Biden’s campaign has ramped up appearances in these areas. His running mate, Sen. Kamala Harris of California, stopped in Orlando on Monday to mark the first day of early voting. Former First Lady Jill Biden visited St. Petersburg and Lake Mary on Friday.

Those events featured supporters watching from their vehicles or social distanced to meet public health protocols. The turnout fell short of most Trump-branded events.

But Democrats insist that the polls and ballot returns reflect an energy that shows up in other ways.

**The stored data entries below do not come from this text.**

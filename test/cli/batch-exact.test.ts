/**
 * The batch's boundary columns are exact (references §13): 200 rows of random invented sites ×
 * random conditions through the real batch path (runBatch, one worker, JSON records so numbers are
 * lossless), where each boundary search is started from the nearest MLT the condition already
 * answered (boundaryFinder), against
 *  - the unhinted engine search (sectorBoundaries without a hint) at each row's MLT and magnetic
 *    hemisphere, on the row's model: ≤ 0.01° (the search tolerance) on both boundary columns, the
 *    same boundary_reason;
 *  - a per-row computation: the same batch run for each site alone (one site per condition, so no
 *    search has a neighbour to start from; the same series, so the storm index integrates the
 *    same): every other column identical, and the columns drawn from the boundaries
 *    (oval relation, sky position of the nearest oval point) the same up to what a 0.01° move of a
 *    boundary can change.
 */
import { describe, it, expect } from 'vitest';
import { batchCli, scratchDir } from './helpers';
import { prepareModel } from '../../src/physics/field/model';
import { makeTracer, sectorBoundaries } from '../../src/physics/mapping';
import { RE_KM, RAD_PER_DEG, DEG_PER_RAD } from '../../src/physics/constants';
import { expectAtMost, expectClose } from '../helpers';

const TOL_DEG = 0.01;
const N_SITES = 25;
const N_CONDITIONS = 8;

/** Small deterministic generator (LCG, Numerical Recipes constants) for reproducible random inputs. */
function lcg(seed: number): () => number {
  let s = seed >>> 0;
  return () => { s = (Math.imul(s, 1664525) + 1013904223) >>> 0; return s / 2 ** 32; };
}

type Rec = Record<string, string | number | boolean | null>;

/** The JSON records of a batch run (the metadata line dropped). */
function records(out: string): Rec[] {
  return out.split('\n').filter((l) => l.startsWith('{') && !l.startsWith('{"metadata"')).map((l) => JSON.parse(l) as Rec);
}

const BOUNDARY_COLUMNS = ['open_closed_mag_lat_deg', 'equatorward_mag_lat_deg'];
/** Columns computed from the boundary points (checked with the bound a 0.01° boundary move allows). */
const FROM_BOUNDARIES = ['oval_relation', 'inside_oval', 'sky_elevation_deg', 'sky_azimuth_deg', 'sky_distance_km', 'oval_above_horizon', 'sky_visible'];

describe('batch boundaries: hinted from neighbours, exact to 0.01° (200 random rows; references §13)', () => {
  it('equal the unhinted search at each row\'s MLT; every other column equals a per-site run', async () => {
    const rnd = lcg(20261203);
    const dir = scratchDir('batch-exact-');
    try {
      const sites: string[] = [];
      for (let i = 0; i < N_SITES; i++) {
        const lat = (40 + 45 * rnd()) * (rnd() < 0.6 ? 1 : -1);
        sites.push(`Test Site ${i + 1},${lat.toFixed(4)},${(360 * rnd() - 180).toFixed(4)},${(rnd()).toFixed(3)}`);
      }
      const conds = ['time,pdyn_npa,bz_nt,by_nt'];
      for (let k = 0; k < N_CONDITIONS; k++) {
        const t = new Date(Date.UTC(2026, 4, 3) + k * 3600_000 * (1 + Math.floor(5 * rnd()))).toISOString().replace('.000Z', 'Z');
        conds.push(`${t},${(0.5 + 19.5 * rnd() ** 2).toFixed(2)},${(-20 + 28 * rnd()).toFixed(2)},${(-8 + 16 * rnd()).toFixed(2)}`);
      }
      const condPath = dir.file('conditions.csv', conds.join('\n') + '\n');
      const header = 'name,lat_deg,lon_deg,height_km\n';
      const all = await batchCli(['--sites', dir.file('sites.csv', header + sites.join('\n') + '\n'), '--conditions', condPath, '--format', 'json', '--workers', '1']);
      expect(all.code, all.err).toBe(0);
      const rows = records(all.out);
      expect(rows.length).toBe(N_SITES * N_CONDITIONS);

      // Per-row computation: each site alone over the same series.
      const single = new Map<string, Rec>();
      for (let i = 0; i < N_SITES; i++) {
        const r = await batchCli(['--sites', dir.file(`site${i}.csv`, header + sites[i] + '\n'), '--conditions', condPath, '--format', 'json', '--workers', '1']);
        expect(r.code, r.err).toBe(0);
        for (const rec of records(r.out)) single.set(`${rec.site}|${rec.conditions_line}`, rec);
      }

      let compared = 0, found = 0, worst = 0;
      const models = new Map<number, { m: ReturnType<typeof prepareModel>; t: ReturnType<typeof makeTracer> }>();
      for (const row of rows) {
        const what = `${row.site} × conditions line ${row.conditions_line}`;
        const ref = single.get(`${row.site}|${row.conditions_line}`)!;
        expect(ref, what).toBeTruthy();
        // Every column not drawn from the boundaries is identical (sites_line: the single-site file has one site).
        for (const [k, v] of Object.entries(row)) {
          if (BOUNDARY_COLUMNS.includes(k) || FROM_BOUNDARIES.includes(k) || k === 'sites_line') continue;
          expect(v, `${what}: column ${k}`).toEqual(ref[k]);
        }
        if (typeof row.mlt_h !== 'number') continue;
        // The unhinted engine search at the row's MLT on the row's model (the series' integrated storm index as given).
        let e = models.get(row.conditions_line as number);
        if (!e) {
          const m = prepareModel({ time: row.time as string, pdynNpa: row.pdyn_npa as number, bzNt: row.bz_nt as number, byNt: row.by_nt as number, dstNt: row.dst_nt as number, speedKms: row.speed_kms as number });
          expect(m.storm.dstStarNt, `${what}: the rebuilt model's Dst*`).toBe(row.dst_star_nt);
          e = { m, t: makeTracer(m, { altKm: 110, ellipsoid: true }) };
          models.set(row.conditions_line as number, e);
        }
        const hemi = (row.mag_lat_deg as number) >= 0 ? 'north' : 'south';
        const exact = sectorBoundaries(e.m, e.t, hemi, row.mlt_h, { sourceRe: row.source_re as number });
        const cols: [string, number | null][] = [
          ['open_closed_mag_lat_deg', exact.openClosed ? exact.openClosed.magLatDeg : null],
          ['equatorward_mag_lat_deg', exact.equatorward ? exact.equatorward.magLatDeg : null],
        ];
        for (const [k, want] of cols) {
          const got = row[k] as number | null;
          expect(got === null, `${what}: ${k} found by one search only (batch ${got}, unhinted ${want})`).toBe(want === null);
          // The per-site run has no neighbour to start from: it is the unhinted search itself.
          expect(ref[k], `${what}: ${k} of the per-site run = the unhinted search`).toBe(want);
          if (got !== null && want !== null) {
            expectClose(got, want, TOL_DEG, `${what}: ${k} (batch vs unhinted search)`);
            worst = Math.max(worst, Math.abs(got - want));
            found++;
          }
        }
        // Columns drawn from the boundaries: the same, up to a 0.01° move of a boundary.
        const magLat = row.mag_lat_deg as number;
        const nearEdge = cols.some(([, w]) => w !== null && Math.abs(Math.abs(magLat) - Math.abs(w)) <= 2 * TOL_DEG);
        if (!nearEdge) {
          expect(row.oval_relation, `${what}: oval_relation`).toBe(ref.oval_relation);
          expect(row.inside_oval, `${what}: inside_oval`).toBe(ref.inside_oval);
        }
        if (typeof row.sky_distance_km === 'number' && typeof ref.sky_distance_km === 'number' && row.oval_relation === ref.oval_relation) {
          // 0.01° of latitude at the emission height moves the point by ≤ 0.01°·(RE + 110 km) rad; seen from the
          // distance d it turns by at most that over d (rad). Nearest-edge switches would exceed it (none expected).
          const moveKm = TOL_DEG * RAD_PER_DEG * (RE_KM + 110);
          const d = Math.min(row.sky_distance_km, ref.sky_distance_km as number);
          expectAtMost(Math.abs(row.sky_distance_km - (ref.sky_distance_km as number)), moveKm, `${what}: sky_distance_km`);
          const turnDeg = (moveKm / d) * DEG_PER_RAD;
          expectAtMost(Math.abs((row.sky_elevation_deg as number) - (ref.sky_elevation_deg as number)), turnDeg, `${what}: sky_elevation_deg`);
          const dAz = Math.abs(((((row.sky_azimuth_deg as number) - (ref.sky_azimuth_deg as number)) % 360) + 540) % 360 - 180);
          expectAtMost(dAz * Math.cos((row.sky_elevation_deg as number) * RAD_PER_DEG), turnDeg, `${what}: sky_azimuth_deg`);
          if (Math.abs((row.sky_elevation_deg as number) - 10) > turnDeg) {
            expect(row.oval_above_horizon, `${what}: oval_above_horizon`).toBe(ref.oval_above_horizon);
            expect(row.sky_visible, `${what}: sky_visible`).toBe(ref.sky_visible);
          }
        } else if (!nearEdge) {
          for (const k of ['sky_distance_km', 'oval_above_horizon', 'sky_visible']) expect(row[k], `${what}: ${k}`).toBe(ref[k]);
        }
        compared++;
      }
      // The sample must exercise the searches: most rows have an MLT and found boundaries.
      expect(compared, 'rows with an MLT').toBeGreaterThan(150);
      expect(found, 'boundaries found').toBeGreaterThan(200);
      expectAtMost(worst, TOL_DEG, 'largest |batch − unhinted| (deg)');
    } finally {
      dir.remove();
    }
  }, 300_000);
});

In Seminole County, a Republican stronghold for decades, the local Democratic Party has grown from 15 to 300 members since Trump took office, said Brittany Nethers, the party chairwoman. Democrats are challenging Republicans in 10 more seats than they did in 2016, including what would be the first female tax collector, the first black county commissioner and Pasha Baker, who would be the first black woman to represent Sanford in the state Legislature.

“We are aware that this is life or death,” Nethers said, “and that Seminole may make it or break it for Florida.”

The polls across the region reflect a campaign that is losing its grip on Republican-leaning independents. In races across Interstate 4, from the Gulf of Mexico to Daytona Beach, Trump consistently under-performs other Republicans. In Pinellas County, where Trump defeated Hillary Clinton in 2016, Biden is leading by 13.5 points. Meanwhile, other Republicans running countywide are faring much better, suggesting that a significant portion of voters are crossing party lines and splitting their tickets.

“It’s measurable and it’s greater than in previous years,” said Matt Florell, the pollster for St. Pete Polls. “It is in every race we’ve polled."